Data for review:

import { liftTableStudy } from './lift-table-study';
import type { Standing } from './access-world';

/** Who may call a route. `roles` are those in the product that the path leads to. */
export type Audience =
  | { readonly kind: 'everybody' }
  | { readonly kind: 'signed-in' }
  | { readonly kind: 'organisation'; readonly standings: readonly Standing[] }
  | { readonly kind: 'product'; readonly standings: readonly Standing[] };

export interface AccessEntry {
  readonly who: Audience;
  /** Sent along, so that an allowed call does what it is for. */
  readonly body?: unknown;
  /**
   * The answer to an allowed call. Left out: any that is no refusal, since what the call would need beyond being
   * allowed is not at hand here.
   */
  readonly answer?: number;
}

const everybody: Audience = { kind: 'everybody' };
const signedIn: Audience = { kind: 'signed-in' };
const administrators: Audience = { kind: 'organisation', standings: ['administrator'] };
const creators: Audience = { kind: 'organisation', standings: ['designer'] };
/** Whoever has a role in the product, and administrators, who see every product. */
const readers: Audience = { kind: 'product', standings: ['viewer', 'reviewer', 'designer', 'administrator'] };
const designers: Audience = { kind: 'product', standings: ['designer'] };
const roleGivers: Audience = { kind: 'product', standings: ['administrator'] };

const study = liftTableStudy();
const rename = { name: 'Another name' };

/** Every route of the API and who may call it, written down apart from the policies that the server asks. */
export const ACCESS_TABLE: Readonly<Record<string, AccessEntry>> = {
  'GET /health': { who: everybody, answer: 200 },
  'GET /health/ready': { who: everybody, answer: 200 },
  'GET /openapi.json': { who: everybody, answer: 200 },

  'GET /session': { who: signedIn, answer: 200 },
  'POST /session': { who: everybody, body: {}, answer: 400 },
  'DELETE /session': { who: everybody, answer: 204 },
  'GET /session/all': { who: signedIn, answer: 200 },
  'DELETE /session/all': { who: signedIn, answer: 204 },
  'DELETE /session/all/:sessionId': { who: signedIn, answer: 404 },
  'POST /session/password': { who: signedIn, body: {}, answer: 400 },
  'GET /invitations/:token': { who: everybody, answer: 404 },
  'POST /invitations/:token/accept': { who: everybody, body: {}, answer: 400 },

  'GET /people': { who: administrators, answer: 200 },
  'GET /people/directory': { who: signedIn, answer: 200 },
  'POST /people/invitations': { who: administrators, body: {}, answer: 400 },
  'PATCH /people/:personId': { who: administrators, body: { mayCreateProducts: true }, answer: 200 },
  'DELETE /people/:personId': { who: administrators, answer: 204 },
  'GET /audit': { who: administrators, answer: 200 },
  'GET /mail': { who: administrators, answer: 200 },

  'GET /products': { who: signedIn, answer: 200 },
  'POST /products': { who: creators, body: {}, answer: 400 },
  'GET /products/:productId': { who: readers, answer: 200 },
  'PATCH /products/:productId': { who: designers, body: { description: 'Changed' }, answer: 200 },
  // The product holds a run.
  'DELETE /products/:productId': { who: designers, answer: 409 },
  'GET /products/:productId/members': { who: readers, answer: 200 },
  'PUT /products/:productId/members/:personId': { who: roleGivers, body: { role: 'reviewer' }, answer: 200 },
  'DELETE /products/:productId/members/:personId': { who: roleGivers, answer: 204 },

  'GET /products/:productId/variants': { who: readers, answer: 200 },
  'POST /products/:productId/variants': { who: designers, body: { ...rename, study }, answer: 201 },
  'GET /variants/:variantId': { who: readers, answer: 200 },
  'PATCH /variants/:variantId': { who: designers, body: rename, answer: 200 },
  'DELETE /variants/:variantId': { who: designers, answer: 409 },
  'POST /variants/:variantId/duplicate': { who: designers, body: rename, answer: 201 },

  'POST /variants/:variantId/scenarios': { who: designers, body: { ...rename, study }, answer: 201 },
  'GET /scenarios/:scenarioId': { who: readers, answer: 200 },
  'PATCH /scenarios/:scenarioId': { who: designers, body: rename, answer: 200 },
  'DELETE /scenarios/:scenarioId': { who: designers, answer: 204 },
  'GET /scenarios/:scenarioId/revisions': { who: readers, answer: 200 },
  'POST /scenarios/:scenarioId/revisions': {
    who: designers,
    body: { baseRevision: 1, study, note: '' },
    answer: 201,
  },
  'GET /scenarios/:scenarioId/revisions/:number': { who: readers, answer: 200 },
  'PUT /scenarios/:scenarioId/draft': {
    who: designers,
    body: { baseRevision: 1, version: 0, study },
    answer: 200,
  },
  'DELETE /scenarios/:scenarioId/draft': { who: designers, answer: 204 },

  'POST /scenarios/:scenarioId/revisions/:number/runs': { who: designers, answer: 202 },
  'GET /scenarios/:scenarioId/runs': { who: readers, answer: 200 },
  'GET /runs/:runId': { who: readers, answer: 200 },
  'POST /runs/:runId/cancel': { who: designers, answer: 200 },
  // The run is not done.
  'GET /runs/:runId/map': { who: readers, answer: 404 },
  'GET /events': { who: signedIn, answer: 200 },
  'POST /preview': { who: signedIn, body: { study: {} }, answer: 422 },
  'POST /preview/map': { who: signedIn, body: {}, answer: 400 },
};
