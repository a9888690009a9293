import type { Parameter, Scalar, Study } from '../../../../shared/contracts';
import {
  evaluateProgram,
  ExpressionError,
  parseExpression,
  ProgramBuilder,
} from '../../../../shared/expressions';
import { findUnit, toSi } from '../../../../shared/units';

class Unknown extends Error {}

/** What the names of a study stand for at the nominal point, in SI; expressions are evaluated with them. */
export class NominalValues {
  readonly names: ReadonlySet<string>;
  private readonly parameters: ReadonlyMap<string, Parameter>;
  private readonly definitions: Readonly<Record<string, Scalar>>;
  private readonly known = new Map<string, number>();
  private readonly underWay = new Set<string>();

  constructor(study: Study) {
    this.parameters = new Map(study.parameters.map((parameter) => [parameter.id, parameter]));
    this.definitions = study.definitions ?? {};
    this.names = new Set([...this.parameters.keys(), ...Object.keys(this.definitions)]);
  }

  /** The value of a number or expression; undefined where it has none, whatever the reason. */
  of(scalar: Scalar | undefined): number | undefined {
    if (scalar === undefined || typeof scalar === 'number') return scalar;
    try {
      const value = this.evaluate(scalar);
      return Number.isFinite(value) ? value : undefined;
    } catch (error) {
      if (error instanceof ExpressionError || error instanceof Unknown) return undefined;
      throw error;
    }
  }

  private evaluate(text: string): number {
    const program = new ProgramBuilder();
    const node = program.expression(parseExpression(text), (name) => program.constant(this.named(name)));
    const values = new Float64Array(program.operations.length);
    evaluateProgram(program, [], values);
    return values[node];
  }

  private named(name: string): number {
    const known = this.known.get(name);
    if (known !== undefined) return known;
    const parameter = this.parameters.get(name);
    const scalar =
      parameter?.nominal ?? (Object.hasOwn(this.definitions, name) ? this.definitions[name] : undefined);
    if (scalar === undefined || this.underWay.has(name)) throw new Unknown(name);
    this.underWay.add(name);
    try {
      const written = typeof scalar === 'number' ? scalar : this.evaluate(scalar);
      const unit = parameter?.unit === undefined ? undefined : findUnit(parameter.unit);
      const value = unit === undefined ? written : toSi(written, unit);
      this.known.set(name, value);
      return value;
    } finally {
      this.underWay.delete(name);
    }
  }
}
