import { randomUUID } from 'node:crypto';
import type { ProductRole } from '../../../server/policies';
import { makeRun, disable, makeVariant } from './team';
import { HttpClient } from './http-client';
import type { TestApi } from './test-api';
import type { TestPerson } from './test-people';

/** In what quality somebody comes to the server. */
export const STANDINGS = [
  'signedOut',
  'disabled',
  'member',
  'viewer',
  'reviewer',
  'designer',
  'administrator',
] as const;
export type Standing = (typeof STANDINGS)[number];

export const PRODUCT_ROLES: readonly Standing[] = ['viewer', 'reviewer', 'designer'];

/** Values for the parameters of a path, by their names. */
export type PathValues = Readonly<Record<string, string>>;

/** Somebody of every standing, a product in which the roles hold, and another in which nobody of them has one. */
export interface AccessWorld {
  readonly clients: Readonly<Record<Standing, HttpClient>>;
  readonly own: PathValues;
  readonly other: PathValues;
}

async function makeContent(api: TestApi, productId: string, designer: TestPerson): Promise<PathValues> {
  const variant = await makeVariant({ designer, productId }, 'Standard');
  const [{ id: scenarioId }] = variant.scenarios;
  const runId = await makeRun(api, { id: scenarioId }, designer);
  return { productId, variantId: variant.id, scenarioId, runId, number: '1' };
}

/** Everything anew, so that a call which is allowed finds it untouched. */
export async function makeAccessWorld(api: TestApi): Promise<AccessWorld> {
  const [designer, reviewer, viewer, administrator, member, disabled, owner, bystander] = await Promise.all([
    api.person({ mayCreateProducts: true }),
    api.person(),
    api.person(),
    api.person({ organisationRole: 'administrator' }),
    api.person(),
    api.person(),
    api.person(),
    api.person(),
  ]);
  const roles: [TestPerson, ProductRole][] = [
    [designer, 'designer'],
    [reviewer, 'reviewer'],
    [viewer, 'viewer'],
    [disabled, 'designer'],
    [bystander, 'viewer'],
  ];
  const own = await api.product(owner, roles);
  const other = await api.product(owner, [
    [owner, 'designer'],
    [bystander, 'viewer'],
  ]);
  const common = { personId: bystander.id, sessionId: randomUUID(), token: 'unknown' };
  const world = {
    clients: {
      ...{ designer, reviewer, viewer, administrator, member, disabled },
      signedOut: new HttpClient(api.address),
    },
    own: { ...common, ...(await makeContent(api, own, designer)) },
    other: { ...common, ...(await makeContent(api, other, owner)) },
  };
  await disable(api, disabled);
  return world;
}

Task statement: Give again, word for word, the records from their first line to the one with "readonly who: Audience;", and leave out all else.

Task result:
import { liftTableStudy } from './lift-table-study';
import type { Standing } from './access-world';

/** Who may call a route. `roles` are those in the product that the path leads to. */
export type Audience =
  | { readonly kind: 'everybody' }
  | { readonly kind: 'signed-in' }
  | { readonly kind: 'organisation'; readonly standings: readonly Standing[] }
  | { readonly kind: 'product'; readonly standings: readonly Standing[] };

export interface AccessEntry {
  readonly who: Audience;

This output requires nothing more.